> [Data for processing]:
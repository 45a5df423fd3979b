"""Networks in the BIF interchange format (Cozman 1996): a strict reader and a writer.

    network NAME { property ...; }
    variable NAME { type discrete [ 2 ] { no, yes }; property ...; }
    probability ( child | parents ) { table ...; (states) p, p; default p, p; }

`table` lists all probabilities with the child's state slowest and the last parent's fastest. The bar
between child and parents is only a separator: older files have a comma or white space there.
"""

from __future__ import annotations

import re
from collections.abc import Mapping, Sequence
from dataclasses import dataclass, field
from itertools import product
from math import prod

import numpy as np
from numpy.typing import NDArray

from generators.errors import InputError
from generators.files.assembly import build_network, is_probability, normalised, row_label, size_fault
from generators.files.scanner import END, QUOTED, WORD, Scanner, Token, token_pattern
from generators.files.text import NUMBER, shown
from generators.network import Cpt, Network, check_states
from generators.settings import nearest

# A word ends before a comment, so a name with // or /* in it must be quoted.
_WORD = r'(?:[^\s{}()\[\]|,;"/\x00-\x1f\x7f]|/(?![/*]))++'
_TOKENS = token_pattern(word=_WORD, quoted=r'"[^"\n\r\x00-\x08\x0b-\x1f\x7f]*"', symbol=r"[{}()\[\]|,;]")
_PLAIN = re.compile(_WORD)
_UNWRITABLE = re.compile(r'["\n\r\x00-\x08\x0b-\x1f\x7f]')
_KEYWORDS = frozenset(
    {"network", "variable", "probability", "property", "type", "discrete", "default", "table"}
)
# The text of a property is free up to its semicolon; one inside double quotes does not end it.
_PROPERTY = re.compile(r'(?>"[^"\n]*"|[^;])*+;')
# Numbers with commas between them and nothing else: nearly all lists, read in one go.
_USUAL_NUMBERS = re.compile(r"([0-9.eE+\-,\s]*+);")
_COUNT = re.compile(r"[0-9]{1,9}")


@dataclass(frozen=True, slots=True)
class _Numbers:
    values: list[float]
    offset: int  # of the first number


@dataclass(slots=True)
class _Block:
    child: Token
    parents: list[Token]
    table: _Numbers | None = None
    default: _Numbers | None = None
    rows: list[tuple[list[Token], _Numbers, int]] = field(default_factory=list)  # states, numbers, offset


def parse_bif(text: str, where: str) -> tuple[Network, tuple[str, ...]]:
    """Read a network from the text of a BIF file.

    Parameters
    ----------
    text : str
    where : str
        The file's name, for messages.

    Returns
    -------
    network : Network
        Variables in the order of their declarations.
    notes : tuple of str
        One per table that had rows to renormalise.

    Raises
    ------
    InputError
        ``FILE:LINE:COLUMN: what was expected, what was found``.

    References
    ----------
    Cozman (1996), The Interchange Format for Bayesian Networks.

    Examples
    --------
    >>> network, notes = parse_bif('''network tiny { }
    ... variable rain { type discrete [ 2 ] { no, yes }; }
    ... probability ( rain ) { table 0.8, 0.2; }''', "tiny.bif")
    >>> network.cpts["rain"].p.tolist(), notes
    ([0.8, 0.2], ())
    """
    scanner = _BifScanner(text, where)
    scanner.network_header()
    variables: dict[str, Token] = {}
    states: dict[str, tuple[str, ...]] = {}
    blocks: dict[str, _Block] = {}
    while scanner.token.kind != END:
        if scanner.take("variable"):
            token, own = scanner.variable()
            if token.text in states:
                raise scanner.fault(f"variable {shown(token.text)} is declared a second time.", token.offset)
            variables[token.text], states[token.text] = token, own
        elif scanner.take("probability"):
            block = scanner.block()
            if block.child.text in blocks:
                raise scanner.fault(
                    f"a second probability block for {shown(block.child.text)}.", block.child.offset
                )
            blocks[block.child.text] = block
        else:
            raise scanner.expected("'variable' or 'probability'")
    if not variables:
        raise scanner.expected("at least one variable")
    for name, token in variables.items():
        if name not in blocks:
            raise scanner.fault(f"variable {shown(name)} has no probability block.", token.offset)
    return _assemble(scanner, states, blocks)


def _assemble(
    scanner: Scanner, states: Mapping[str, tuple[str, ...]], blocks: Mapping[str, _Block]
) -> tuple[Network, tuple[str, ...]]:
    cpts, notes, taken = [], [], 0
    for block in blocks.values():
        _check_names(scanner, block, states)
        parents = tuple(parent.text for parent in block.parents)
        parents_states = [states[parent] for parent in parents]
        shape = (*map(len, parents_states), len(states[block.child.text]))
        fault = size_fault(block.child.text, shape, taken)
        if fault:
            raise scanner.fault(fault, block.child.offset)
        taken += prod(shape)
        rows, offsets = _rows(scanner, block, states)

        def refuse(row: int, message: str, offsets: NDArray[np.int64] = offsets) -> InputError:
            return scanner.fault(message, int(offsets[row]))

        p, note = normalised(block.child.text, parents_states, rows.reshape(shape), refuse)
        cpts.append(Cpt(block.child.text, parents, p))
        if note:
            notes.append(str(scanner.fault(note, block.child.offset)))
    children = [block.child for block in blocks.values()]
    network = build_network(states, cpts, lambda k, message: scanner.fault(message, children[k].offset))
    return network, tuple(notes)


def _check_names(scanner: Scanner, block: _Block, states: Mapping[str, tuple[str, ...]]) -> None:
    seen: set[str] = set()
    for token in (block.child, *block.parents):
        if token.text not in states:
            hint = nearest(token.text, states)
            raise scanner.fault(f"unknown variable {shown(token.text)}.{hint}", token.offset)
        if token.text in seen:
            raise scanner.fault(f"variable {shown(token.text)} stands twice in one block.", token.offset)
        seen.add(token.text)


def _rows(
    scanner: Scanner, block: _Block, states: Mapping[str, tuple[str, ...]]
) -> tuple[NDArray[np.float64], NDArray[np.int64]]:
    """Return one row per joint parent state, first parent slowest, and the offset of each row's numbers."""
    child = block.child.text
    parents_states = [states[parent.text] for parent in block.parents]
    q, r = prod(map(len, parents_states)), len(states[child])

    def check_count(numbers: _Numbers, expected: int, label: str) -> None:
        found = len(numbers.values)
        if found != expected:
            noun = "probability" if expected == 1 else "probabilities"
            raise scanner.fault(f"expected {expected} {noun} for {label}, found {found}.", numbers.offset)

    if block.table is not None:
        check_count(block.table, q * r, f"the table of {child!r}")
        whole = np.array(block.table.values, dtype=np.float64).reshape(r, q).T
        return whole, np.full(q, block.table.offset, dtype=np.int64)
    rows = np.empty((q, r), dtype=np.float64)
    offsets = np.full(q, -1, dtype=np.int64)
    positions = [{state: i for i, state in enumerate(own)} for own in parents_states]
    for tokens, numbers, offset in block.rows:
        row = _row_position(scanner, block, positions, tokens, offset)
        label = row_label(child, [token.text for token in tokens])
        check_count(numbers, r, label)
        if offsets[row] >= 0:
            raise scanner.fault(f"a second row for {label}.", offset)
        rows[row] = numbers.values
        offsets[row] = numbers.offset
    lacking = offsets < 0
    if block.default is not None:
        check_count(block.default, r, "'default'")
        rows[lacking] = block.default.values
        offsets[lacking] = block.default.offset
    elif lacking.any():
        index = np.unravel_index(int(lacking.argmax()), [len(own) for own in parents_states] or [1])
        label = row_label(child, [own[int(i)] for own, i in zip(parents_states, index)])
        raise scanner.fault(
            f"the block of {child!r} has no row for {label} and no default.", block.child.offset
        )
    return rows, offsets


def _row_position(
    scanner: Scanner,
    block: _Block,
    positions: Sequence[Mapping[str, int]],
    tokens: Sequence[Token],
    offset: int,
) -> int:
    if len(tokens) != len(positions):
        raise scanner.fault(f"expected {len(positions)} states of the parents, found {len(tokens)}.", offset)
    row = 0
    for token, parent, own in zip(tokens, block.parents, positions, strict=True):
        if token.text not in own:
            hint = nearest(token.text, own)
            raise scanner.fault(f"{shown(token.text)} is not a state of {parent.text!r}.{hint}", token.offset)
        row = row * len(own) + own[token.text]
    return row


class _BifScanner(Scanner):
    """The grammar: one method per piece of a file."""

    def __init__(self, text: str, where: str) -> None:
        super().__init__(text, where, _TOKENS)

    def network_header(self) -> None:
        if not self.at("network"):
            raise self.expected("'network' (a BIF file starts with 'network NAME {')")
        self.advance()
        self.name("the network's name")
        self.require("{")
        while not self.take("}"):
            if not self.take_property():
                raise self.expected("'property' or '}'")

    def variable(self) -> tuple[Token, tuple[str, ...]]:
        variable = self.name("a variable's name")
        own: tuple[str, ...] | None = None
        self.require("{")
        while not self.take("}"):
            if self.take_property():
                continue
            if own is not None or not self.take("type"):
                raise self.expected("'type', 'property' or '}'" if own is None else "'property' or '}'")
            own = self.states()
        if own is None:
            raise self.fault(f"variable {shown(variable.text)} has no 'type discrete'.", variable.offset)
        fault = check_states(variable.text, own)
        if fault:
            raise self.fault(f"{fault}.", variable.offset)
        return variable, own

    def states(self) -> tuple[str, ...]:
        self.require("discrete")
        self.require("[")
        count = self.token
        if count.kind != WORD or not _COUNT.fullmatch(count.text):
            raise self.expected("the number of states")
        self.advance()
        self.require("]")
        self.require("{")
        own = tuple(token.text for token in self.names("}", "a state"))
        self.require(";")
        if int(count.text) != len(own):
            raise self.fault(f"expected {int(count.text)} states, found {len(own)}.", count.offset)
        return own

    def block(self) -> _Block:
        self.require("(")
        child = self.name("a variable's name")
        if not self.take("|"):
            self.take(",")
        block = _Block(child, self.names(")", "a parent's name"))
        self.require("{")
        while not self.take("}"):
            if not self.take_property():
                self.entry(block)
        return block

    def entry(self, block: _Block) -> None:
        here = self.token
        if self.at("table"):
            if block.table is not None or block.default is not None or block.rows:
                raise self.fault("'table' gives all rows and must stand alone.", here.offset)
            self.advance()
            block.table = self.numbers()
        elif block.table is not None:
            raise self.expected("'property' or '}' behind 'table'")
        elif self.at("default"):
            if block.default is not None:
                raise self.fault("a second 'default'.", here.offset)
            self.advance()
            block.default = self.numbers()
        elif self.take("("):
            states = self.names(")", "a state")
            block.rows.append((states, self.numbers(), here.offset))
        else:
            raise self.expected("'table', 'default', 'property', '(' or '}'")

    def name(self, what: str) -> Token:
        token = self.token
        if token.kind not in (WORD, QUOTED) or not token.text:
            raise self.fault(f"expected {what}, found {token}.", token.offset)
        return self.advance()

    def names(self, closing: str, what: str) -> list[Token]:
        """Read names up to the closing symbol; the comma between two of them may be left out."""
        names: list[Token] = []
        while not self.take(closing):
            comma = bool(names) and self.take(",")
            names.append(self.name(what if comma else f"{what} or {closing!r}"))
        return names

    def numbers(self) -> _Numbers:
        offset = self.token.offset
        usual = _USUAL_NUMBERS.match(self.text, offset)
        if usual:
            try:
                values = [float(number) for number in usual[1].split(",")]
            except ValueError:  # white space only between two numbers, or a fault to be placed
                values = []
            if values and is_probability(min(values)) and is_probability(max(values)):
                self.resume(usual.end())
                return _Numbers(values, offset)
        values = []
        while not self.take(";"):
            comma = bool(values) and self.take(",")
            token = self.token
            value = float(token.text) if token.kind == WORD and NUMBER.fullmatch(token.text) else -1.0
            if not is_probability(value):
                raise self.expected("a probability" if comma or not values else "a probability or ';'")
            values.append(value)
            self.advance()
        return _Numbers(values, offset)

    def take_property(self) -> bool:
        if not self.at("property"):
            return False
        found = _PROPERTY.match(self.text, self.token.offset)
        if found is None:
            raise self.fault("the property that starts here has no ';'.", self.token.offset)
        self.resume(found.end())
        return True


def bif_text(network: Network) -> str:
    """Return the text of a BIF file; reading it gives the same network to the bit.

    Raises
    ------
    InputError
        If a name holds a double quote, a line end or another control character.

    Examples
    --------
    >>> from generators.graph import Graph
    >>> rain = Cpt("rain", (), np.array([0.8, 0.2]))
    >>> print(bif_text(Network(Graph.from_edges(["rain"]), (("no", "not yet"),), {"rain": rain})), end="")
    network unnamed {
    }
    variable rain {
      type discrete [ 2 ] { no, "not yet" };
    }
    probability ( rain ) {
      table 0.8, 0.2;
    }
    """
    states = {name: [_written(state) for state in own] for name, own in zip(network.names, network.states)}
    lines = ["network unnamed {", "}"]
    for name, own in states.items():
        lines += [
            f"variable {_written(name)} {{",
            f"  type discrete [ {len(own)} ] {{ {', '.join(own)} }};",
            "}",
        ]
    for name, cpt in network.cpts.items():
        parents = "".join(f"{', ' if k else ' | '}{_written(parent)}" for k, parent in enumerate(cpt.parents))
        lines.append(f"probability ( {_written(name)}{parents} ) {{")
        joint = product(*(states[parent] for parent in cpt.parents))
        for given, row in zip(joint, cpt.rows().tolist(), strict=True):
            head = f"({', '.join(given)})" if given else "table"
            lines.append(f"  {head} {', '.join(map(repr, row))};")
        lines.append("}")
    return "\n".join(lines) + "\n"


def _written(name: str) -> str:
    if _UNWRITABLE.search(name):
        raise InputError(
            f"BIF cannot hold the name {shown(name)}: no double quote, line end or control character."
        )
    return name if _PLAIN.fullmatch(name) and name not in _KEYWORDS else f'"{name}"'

* * *

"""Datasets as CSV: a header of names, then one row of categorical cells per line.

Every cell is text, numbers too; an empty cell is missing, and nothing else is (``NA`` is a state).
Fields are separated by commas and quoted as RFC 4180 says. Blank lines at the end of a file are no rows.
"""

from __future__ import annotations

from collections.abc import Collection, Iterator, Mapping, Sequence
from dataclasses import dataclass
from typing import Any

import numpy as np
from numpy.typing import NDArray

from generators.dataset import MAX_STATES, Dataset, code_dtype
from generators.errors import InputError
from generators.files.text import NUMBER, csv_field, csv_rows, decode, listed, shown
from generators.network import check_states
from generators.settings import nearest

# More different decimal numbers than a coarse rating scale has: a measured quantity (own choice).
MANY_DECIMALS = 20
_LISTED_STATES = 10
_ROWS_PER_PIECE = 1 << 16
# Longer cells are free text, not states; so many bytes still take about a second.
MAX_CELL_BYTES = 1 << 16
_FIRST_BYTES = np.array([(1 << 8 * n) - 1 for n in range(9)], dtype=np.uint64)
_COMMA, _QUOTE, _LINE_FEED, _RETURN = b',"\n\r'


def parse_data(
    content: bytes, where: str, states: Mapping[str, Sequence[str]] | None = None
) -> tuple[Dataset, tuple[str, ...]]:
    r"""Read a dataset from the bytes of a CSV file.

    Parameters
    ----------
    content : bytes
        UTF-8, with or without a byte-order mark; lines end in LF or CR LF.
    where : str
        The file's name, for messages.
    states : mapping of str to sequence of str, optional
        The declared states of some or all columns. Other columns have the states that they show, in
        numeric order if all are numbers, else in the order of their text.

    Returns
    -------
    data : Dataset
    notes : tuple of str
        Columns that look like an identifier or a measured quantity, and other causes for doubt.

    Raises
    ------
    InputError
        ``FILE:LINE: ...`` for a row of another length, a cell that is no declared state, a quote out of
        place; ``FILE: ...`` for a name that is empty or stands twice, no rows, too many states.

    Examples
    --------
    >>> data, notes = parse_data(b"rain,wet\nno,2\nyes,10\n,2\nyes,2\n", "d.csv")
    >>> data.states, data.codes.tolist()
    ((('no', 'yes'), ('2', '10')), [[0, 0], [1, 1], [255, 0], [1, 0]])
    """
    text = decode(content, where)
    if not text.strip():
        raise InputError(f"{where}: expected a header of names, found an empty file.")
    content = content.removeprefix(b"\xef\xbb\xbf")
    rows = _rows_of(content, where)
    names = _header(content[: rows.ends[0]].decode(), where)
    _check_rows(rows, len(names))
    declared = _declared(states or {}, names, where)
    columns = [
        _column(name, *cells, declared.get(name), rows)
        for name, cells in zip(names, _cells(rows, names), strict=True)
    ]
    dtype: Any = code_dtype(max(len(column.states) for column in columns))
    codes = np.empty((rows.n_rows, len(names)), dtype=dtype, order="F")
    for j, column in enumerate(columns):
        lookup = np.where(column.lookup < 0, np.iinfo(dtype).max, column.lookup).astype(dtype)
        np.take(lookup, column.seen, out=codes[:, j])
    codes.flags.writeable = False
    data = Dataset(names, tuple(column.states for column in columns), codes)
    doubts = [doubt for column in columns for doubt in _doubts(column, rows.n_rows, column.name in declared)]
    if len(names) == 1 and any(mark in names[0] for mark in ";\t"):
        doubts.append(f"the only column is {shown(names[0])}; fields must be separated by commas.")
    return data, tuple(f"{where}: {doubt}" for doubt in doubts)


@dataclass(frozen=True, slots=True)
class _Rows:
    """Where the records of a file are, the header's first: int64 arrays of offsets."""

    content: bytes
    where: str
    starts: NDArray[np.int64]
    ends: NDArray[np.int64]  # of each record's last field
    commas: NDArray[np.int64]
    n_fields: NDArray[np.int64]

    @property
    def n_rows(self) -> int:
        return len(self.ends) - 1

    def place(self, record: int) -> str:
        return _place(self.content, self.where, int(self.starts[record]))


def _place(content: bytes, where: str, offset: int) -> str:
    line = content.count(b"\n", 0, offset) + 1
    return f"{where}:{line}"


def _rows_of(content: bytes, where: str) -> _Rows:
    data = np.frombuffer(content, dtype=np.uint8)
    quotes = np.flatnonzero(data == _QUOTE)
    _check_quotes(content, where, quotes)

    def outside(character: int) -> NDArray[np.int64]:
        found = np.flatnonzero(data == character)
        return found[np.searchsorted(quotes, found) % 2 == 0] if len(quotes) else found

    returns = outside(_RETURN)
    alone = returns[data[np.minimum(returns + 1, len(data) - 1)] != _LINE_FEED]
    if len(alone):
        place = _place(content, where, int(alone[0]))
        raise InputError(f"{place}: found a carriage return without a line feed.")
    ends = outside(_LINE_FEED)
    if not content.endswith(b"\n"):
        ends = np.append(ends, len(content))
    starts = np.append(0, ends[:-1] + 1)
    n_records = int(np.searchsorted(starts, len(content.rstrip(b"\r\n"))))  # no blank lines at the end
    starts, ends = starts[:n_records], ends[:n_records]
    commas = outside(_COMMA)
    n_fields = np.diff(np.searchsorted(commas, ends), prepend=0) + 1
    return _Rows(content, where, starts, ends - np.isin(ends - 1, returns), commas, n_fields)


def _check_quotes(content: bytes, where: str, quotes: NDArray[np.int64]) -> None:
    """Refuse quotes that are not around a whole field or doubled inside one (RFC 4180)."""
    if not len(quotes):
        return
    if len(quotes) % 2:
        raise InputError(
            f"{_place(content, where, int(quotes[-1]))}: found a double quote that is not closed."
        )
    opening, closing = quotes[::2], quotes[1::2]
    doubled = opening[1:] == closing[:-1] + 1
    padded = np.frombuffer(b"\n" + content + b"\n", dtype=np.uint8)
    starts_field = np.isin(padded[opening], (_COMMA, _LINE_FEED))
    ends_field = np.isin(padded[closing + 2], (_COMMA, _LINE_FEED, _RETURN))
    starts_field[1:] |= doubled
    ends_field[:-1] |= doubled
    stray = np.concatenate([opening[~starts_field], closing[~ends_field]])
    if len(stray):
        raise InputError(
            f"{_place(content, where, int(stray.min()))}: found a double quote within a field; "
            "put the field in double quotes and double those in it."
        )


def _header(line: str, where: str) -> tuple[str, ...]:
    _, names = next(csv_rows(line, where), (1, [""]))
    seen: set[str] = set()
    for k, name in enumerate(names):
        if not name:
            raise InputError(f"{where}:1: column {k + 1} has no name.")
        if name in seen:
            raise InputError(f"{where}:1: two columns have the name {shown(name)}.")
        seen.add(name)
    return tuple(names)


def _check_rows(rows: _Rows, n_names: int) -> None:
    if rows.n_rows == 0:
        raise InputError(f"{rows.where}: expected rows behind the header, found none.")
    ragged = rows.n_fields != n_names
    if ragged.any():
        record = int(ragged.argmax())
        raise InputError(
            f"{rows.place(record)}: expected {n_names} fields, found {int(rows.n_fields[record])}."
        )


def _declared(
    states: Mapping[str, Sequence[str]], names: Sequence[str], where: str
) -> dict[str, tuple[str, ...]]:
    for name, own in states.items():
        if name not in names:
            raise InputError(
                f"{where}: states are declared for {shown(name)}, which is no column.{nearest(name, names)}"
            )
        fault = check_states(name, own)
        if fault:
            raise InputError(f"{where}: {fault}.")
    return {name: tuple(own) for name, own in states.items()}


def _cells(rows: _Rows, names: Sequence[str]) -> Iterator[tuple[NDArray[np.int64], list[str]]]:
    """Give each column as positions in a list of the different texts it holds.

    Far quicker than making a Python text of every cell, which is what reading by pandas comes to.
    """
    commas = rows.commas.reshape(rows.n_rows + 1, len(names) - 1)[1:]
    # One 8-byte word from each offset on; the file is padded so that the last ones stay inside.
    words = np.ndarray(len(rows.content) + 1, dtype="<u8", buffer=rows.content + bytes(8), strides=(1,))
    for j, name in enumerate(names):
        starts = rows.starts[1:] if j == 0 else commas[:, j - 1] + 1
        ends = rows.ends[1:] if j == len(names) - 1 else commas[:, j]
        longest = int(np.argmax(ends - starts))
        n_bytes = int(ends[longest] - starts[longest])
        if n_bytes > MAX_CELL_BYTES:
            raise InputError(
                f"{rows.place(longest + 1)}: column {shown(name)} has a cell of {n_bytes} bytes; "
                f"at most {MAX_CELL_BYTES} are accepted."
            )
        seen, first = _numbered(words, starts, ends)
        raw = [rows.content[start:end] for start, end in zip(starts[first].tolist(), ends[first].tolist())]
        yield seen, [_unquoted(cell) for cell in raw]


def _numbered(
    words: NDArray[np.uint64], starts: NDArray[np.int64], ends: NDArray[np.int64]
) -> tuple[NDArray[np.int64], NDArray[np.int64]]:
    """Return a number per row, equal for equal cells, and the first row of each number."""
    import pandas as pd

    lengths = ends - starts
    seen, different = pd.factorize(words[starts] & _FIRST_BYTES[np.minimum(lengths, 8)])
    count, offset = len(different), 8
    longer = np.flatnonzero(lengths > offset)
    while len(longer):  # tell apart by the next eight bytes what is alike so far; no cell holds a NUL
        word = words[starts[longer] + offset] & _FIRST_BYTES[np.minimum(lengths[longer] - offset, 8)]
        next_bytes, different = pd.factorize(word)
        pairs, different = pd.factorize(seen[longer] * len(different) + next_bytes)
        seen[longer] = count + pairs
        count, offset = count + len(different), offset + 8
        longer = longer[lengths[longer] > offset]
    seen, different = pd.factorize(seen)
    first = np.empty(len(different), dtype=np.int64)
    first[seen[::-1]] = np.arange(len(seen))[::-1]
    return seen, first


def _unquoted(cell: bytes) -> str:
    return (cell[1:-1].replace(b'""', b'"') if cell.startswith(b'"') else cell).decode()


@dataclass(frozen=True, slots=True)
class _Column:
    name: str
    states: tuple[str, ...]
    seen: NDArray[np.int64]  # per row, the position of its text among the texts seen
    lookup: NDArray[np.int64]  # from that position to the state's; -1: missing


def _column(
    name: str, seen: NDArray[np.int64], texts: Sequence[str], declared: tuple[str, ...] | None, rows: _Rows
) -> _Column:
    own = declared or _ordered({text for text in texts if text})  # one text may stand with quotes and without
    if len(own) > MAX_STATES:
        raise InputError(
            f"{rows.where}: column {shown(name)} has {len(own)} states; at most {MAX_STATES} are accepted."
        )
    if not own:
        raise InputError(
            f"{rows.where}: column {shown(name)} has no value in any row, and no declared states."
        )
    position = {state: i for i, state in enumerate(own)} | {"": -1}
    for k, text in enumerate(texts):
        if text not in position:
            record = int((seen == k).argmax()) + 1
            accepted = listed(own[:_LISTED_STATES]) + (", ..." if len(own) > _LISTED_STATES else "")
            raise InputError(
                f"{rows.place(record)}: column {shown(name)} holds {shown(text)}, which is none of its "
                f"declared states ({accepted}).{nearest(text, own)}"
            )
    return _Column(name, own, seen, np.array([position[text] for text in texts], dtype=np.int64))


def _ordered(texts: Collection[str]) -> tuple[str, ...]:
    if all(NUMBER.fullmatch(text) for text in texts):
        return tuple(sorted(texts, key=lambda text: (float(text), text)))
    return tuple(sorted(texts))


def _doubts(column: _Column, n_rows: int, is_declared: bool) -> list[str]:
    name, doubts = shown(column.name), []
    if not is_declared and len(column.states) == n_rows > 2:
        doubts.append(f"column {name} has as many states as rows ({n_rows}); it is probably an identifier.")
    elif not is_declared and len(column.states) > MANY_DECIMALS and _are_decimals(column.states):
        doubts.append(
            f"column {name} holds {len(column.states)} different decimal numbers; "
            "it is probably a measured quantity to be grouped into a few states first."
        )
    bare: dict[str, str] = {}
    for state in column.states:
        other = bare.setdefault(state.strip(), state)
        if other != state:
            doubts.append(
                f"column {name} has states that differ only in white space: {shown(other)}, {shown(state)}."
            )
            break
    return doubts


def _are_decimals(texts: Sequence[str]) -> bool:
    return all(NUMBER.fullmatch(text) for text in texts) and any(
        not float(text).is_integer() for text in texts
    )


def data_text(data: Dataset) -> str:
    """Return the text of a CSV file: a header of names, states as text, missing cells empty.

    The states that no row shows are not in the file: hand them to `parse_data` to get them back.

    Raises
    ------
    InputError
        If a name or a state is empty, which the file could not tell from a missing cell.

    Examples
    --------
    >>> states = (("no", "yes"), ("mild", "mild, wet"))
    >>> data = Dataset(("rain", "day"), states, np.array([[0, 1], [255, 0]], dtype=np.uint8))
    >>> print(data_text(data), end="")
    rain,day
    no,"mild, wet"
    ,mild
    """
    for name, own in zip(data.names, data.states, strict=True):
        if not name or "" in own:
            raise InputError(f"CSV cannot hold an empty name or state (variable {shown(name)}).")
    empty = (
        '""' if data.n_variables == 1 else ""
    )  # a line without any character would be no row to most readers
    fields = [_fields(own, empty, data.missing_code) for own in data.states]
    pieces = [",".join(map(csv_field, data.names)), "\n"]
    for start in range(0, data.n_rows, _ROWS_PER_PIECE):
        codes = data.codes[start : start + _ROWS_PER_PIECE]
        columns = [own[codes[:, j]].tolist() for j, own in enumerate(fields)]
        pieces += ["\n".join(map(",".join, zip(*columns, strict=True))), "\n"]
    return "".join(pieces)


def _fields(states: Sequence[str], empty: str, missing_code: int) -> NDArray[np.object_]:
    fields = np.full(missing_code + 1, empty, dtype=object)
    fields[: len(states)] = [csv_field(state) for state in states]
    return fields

> [Exercise objective]:
Search the records above for "padded". Copy each line where it is found.

> [Answer to this exercise]:
    padded = np.frombuffer(b"\n" + content + b"\n", dtype=np.uint8)
    starts_field = np.isin(padded[opening], (_COMMA, _LINE_FEED))
    ends_field = np.isin(padded[closing + 2], (_COMMA, _LINE_FEED, _RETURN))
    # One 8-byte word from each offset on; the file is padded so that the last ones stay inside.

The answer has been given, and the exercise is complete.